Data excerpts:

# # # # #

import numpy as np
import shapely

from ..dem import Dem
from ..layers import LAYERS, layer_name, read_window, spec, units
from ..outlets import short
from ..summary.features import LAYER_NAMES
from .caution import CAUTION
from .mapframe import MapFrame, hillshade, pool_bands, pooled_dem, pooling
from .style import FONT_PT, INK, OUTLINE_COLOURS, PALETTES, area_text, palette, short_unit

if TYPE_CHECKING:
    from matplotlib.figure import Figure

    from ..runner.ensemble import RunResult
    from ..summary.features import FeatureSummary

__all__ = ["quicklook", "hillshade", "feature_map", "ranking_chart", "catchment_map",
           "FeatureMapSheet", "feature_map_sheet", "draw_feature_map", "ChartSheet",
           "ranking_chart_sheet", "draw_ranking_chart",
           "LABELLED", "LABEL_PRESENCE", "RANKED", "figure_text"]

LABELLED = 12  # features labelled on a map, at most
LABEL_PRESENCE = 0.5  # ... among those counted in at least this share of realisations
RANKED = 20  # features on the ranking chart, at most
ENVELOPE_CELLS = 1.5  # the peaks map outlines a top's cells this many cells out
PONDING_FLOOR = 0.05  # ponding probability below this is left clear on the depressions map
DIVIDE_FLOOR = 0.05  # and divide probability on the catchments map

#: what a feature map of each kind draws, in a reader's words
_KIND = {
    "peaks": dict(
        feature="summit", figure="prominence", main="birth_probability", sqrt=True,
        palette="summits", accent="#0a6fa8", birth=("^", "most credited summit cell"),
        death=("D", "most credited key col"),
        title="Summits: where each top is, and how often a cell is the summit",
        polygons="where the top is (around the cells holding 90% of a feature's summits)"),
    "depressions": dict(
        feature="depression", figure="depth", main="ponding_probability", sqrt=False,
        palette="water", accent="#d8432b", birth=("v", "most credited pit cell"),
        death=("D", "most credited spill point"),
        title="Depressions: where water ponds, and where each one spills",
        polygons="ponded extent of a feature (ponded in at least 50% of realisations)"),
}


def run_footer(result: RunResult, layer: str | None = None) -> str:
    """The footer line of a run's figures: error model, vertical units, realisations,
    seed, and the note that travels with ``layer`` (:mod:`terrain.layers`), if any."""
    u = result.dem.unit_label
    text = (f"Error model: {result.model.describe(u)}{_settings(result)}; elevations in {u}; "
            f"{result.n} realisations, seed {result.params.get('seed')}.")
    note = spec(layer).note if layer else ""
    if note:
        text += f" The {' '.join(spec(layer).name.split('_{id}')[0].split('_'))} layer {note}."
    return text


def _settings(result) -> str:
    """The resolved settings a figure's footer echoes: a peaks or depressions run's
    cut-off (``, minimum depth 7.5 m (3 × RMSE)``), a catchment run's channel area
    and conditioning (``, channels from 0.1 km², breach up to 3 m``)."""
    job = result.job
    if getattr(job, "name", None) == "catchments" and job.channel_area is not None:
        how = (f"breach up to {job.breach_cap:g} {result.dem.unit_label}"
               if job.conditioning == "breach" else "fill")
        return f", channels from {area_text(job.channel_area)}, {how}"
    if getattr(job, "kind", None) not in ("peaks", "depressions") or job.threshold is None:
        return ""
    from .. import defaults

    what = "prominence" if job.kind == "peaks" else "depth"
    rule = (f" ({defaults.CUTOFF_PER_RMSE:g} × RMSE)" if "threshold" in job.from_defaults
            else "")
    return f", minimum {what} {figure_text(job.threshold)} {result.dem.unit_label}{rule}"


def bar_label(name: str, vertical_units: str | None, weight: str = "persistence") -> str:
    """A colour-bar label in words: the layer's description and its units."""
    s = spec(name)
    what = " ".join(s.name.split("_{id}")[0].split("_"))
    if s.unit == "probability":
        return f"{what}: {s.description}"
    u = units(name, vertical_units, weight)
    return f"{s.description} ({short_unit(u) if u != 'count' else 'count'})"


def figure_text(v: float) -> str:
    """A figure (prominence, depth) to three significant digits."""
    if not np.isfinite(v):
        return "-"
    return f"{v:.0f}" if abs(v) >= 100 else f"{v:.3g}"


def cell_text(p: float) -> str:
    """A probability in a cell of the rank matrix: two decimals, with a share that
    rounds to 0 or 1 but is neither written "<.01" or ">.99" (0.9967 is not certain)."""
    if 0 < p < 0.005:
        return "<.01"
    return ">.99" if 0.995 <= p < 1 else f"{p:.2f}"


def share_text(p: float) -> str:
    """A probability as a percentage, with <1% and >99% kept apart from 0 and 1,
    rounded as its two-decimal form is (0.765 -> 0.77 -> 77%), so a share and
    the same probability written in a cell of the rank matrix agree."""
    if p <= 0:
        return "0%"
    if p >= 1:
        return "100%"
    if p < 0.01:
        return "<1%"
    return ">99%" if p > 0.99 else f"{float(f'{p:.2f}'):.0%}"


def quicklook(dem: Dem, layer: np.ndarray, *, title: str, units: str, frac: float = 0.01,
              polygons=None, labels=None, outlets=None, cmap=None, vmax: float | None = None,
              show: np.ndarray | None = None, contours=None, footer: str = "",
              caution: str = CAUTION) -> Figure:
    """A map of any one layer in the shared design.

    Parameters
    ----------
    dem : Dem
    layer : (rows, cols) array
        Drawn over the hillshade where it is at least ``frac`` of ``vmax``
        (default: its maximum).
    title, units : str
        Title and colour-bar label.
    polygons : sequence of shapely geometries, optional
        Outlines (legend: "features").
    labels : sequence of (x, y, text), optional
        Labels placed without overlap near the given CRS coordinates.
    outlets : sequence of (x, y, text), optional
        Marked with a triangle and labelled.
    cmap : colour map or name, optional
        Default: the ``summits`` palette.
    show : (rows, cols) bool array, optional
        Draw the layer only where True.
    contours : sequence of (array, levels, label), optional
        Contour lines of further layers, one colour each.
    footer, caution : str
        The footer's first line(s) and the caution below them.

    Returns
    -------
    matplotlib.figure.Figure
    """
    frame = MapFrame(dem, title=title, subtitle="", footer=footer, caution=caution)
    v = np.asarray(layer, np.float64)
    top = vmax if vmax is not None else (float(np.nanmax(v)) if np.isfinite(v).any() else 0.0)
    frame.layer(v, cmap=_colour_map(cmap),
                label=units, vmax=vmax, hide=None if show is None else ~np.asarray(show, bool),
                floor=frac * top if top > 0 else 0.0)
    for n, (arr, levels, name) in enumerate(contours or []):
        frame.contours(arr, levels, colour=OUTLINE_COLOURS[n % len(OUTLINE_COLOURS)],
                       label=str(name), styles=_level_styles(levels))
    frame.polygons(polygons or [], colour=INK, label="features")
    _outlets(frame, outlets or [])
    for x, y, text in labels or []:
        frame.label(x, y, text)
    return frame.figure()


def _colour_map(cmap):
    """One of our palettes by name, any matplotlib colour map by name, or as given."""
    import matplotlib

    if cmap is None or cmap in PALETTES:
        return palette(cmap or "summits")
    return matplotlib.colormaps[cmap] if isinstance(cmap, str) else cmap


def _level_styles(levels) -> tuple:
    return tuple("dashed" if lev >= 0.9 else "dotted" if lev < 0.5 else "solid" for lev in levels)


def _outlets(frame: MapFrame, outlets, *, labelled: bool = True) -> None:
    if outlets:
        xs, ys, names = zip(*outlets)
        frame.points(xs, ys, marker="v", face="white", label="outlet, as given", size=9)
        for x, y, name in outlets if labelled else ():
            frame.label(x, y, str(name))


@dataclass(frozen=True)
class FeatureMapSheet:
    """What a peaks or depressions map draws, gathered from a run by
    :func:`feature_map_sheet`; :func:`draw_feature_map` draws it. Gathering
    reads the run (in memory or on disk, the same way); drawing reads only
    the sheet.

    The rasters are on the grid drawn (pooled as :class:`MapFrame` pools, so
    at most :data:`terrain.layers.MAX_PIXELS` cells a side whatever the
    DEM's size): a sheet holds a few float64 arrays of at most
    :data:`terrain.layers.QUICKLOOK_CELLS` cells and the drawn features'
    outlines.
    """

    kind: str  # "peaks" or "depressions"
    grid: Dem  # the grid drawn (the DEM, or its pooled copy)
    shade: np.ndarray | None  # its hillshade (None: MapFrame shades ``grid``)
    values: np.ndarray  # the main layer (NaN: nodata)
    inside: np.ndarray | None  # depressions: on a counted feature (any cell of a pooled block)
    tops: np.ndarray | None  # peaks: on a top (any cell of a pooled block)
    drawn: object  # the table's rows drawn (DataFrame)
    outlines: list  # each drawn row's outline (shapely; None where it has none)
    groups: list  # (group id, its rows): the groups labelled, in table order
    features: int  # rows in the table
    rank_share: object  # P(rank = k) per feature (DataFrame), or None
    unit: str  # the figure's short unit (m, ft, ...)
    bar: str  # the colour bar's label
    footer: str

# # # # #

◆ INSTRUCTIONS FOR THE TASK:
Copy every line from the entries that contains the word "below".

◆ TASK ANSWER:
PONDING_FLOOR = 0.05  # ponding probability below this is left clear on the depressions map
        The footer's first line(s) and the caution below them.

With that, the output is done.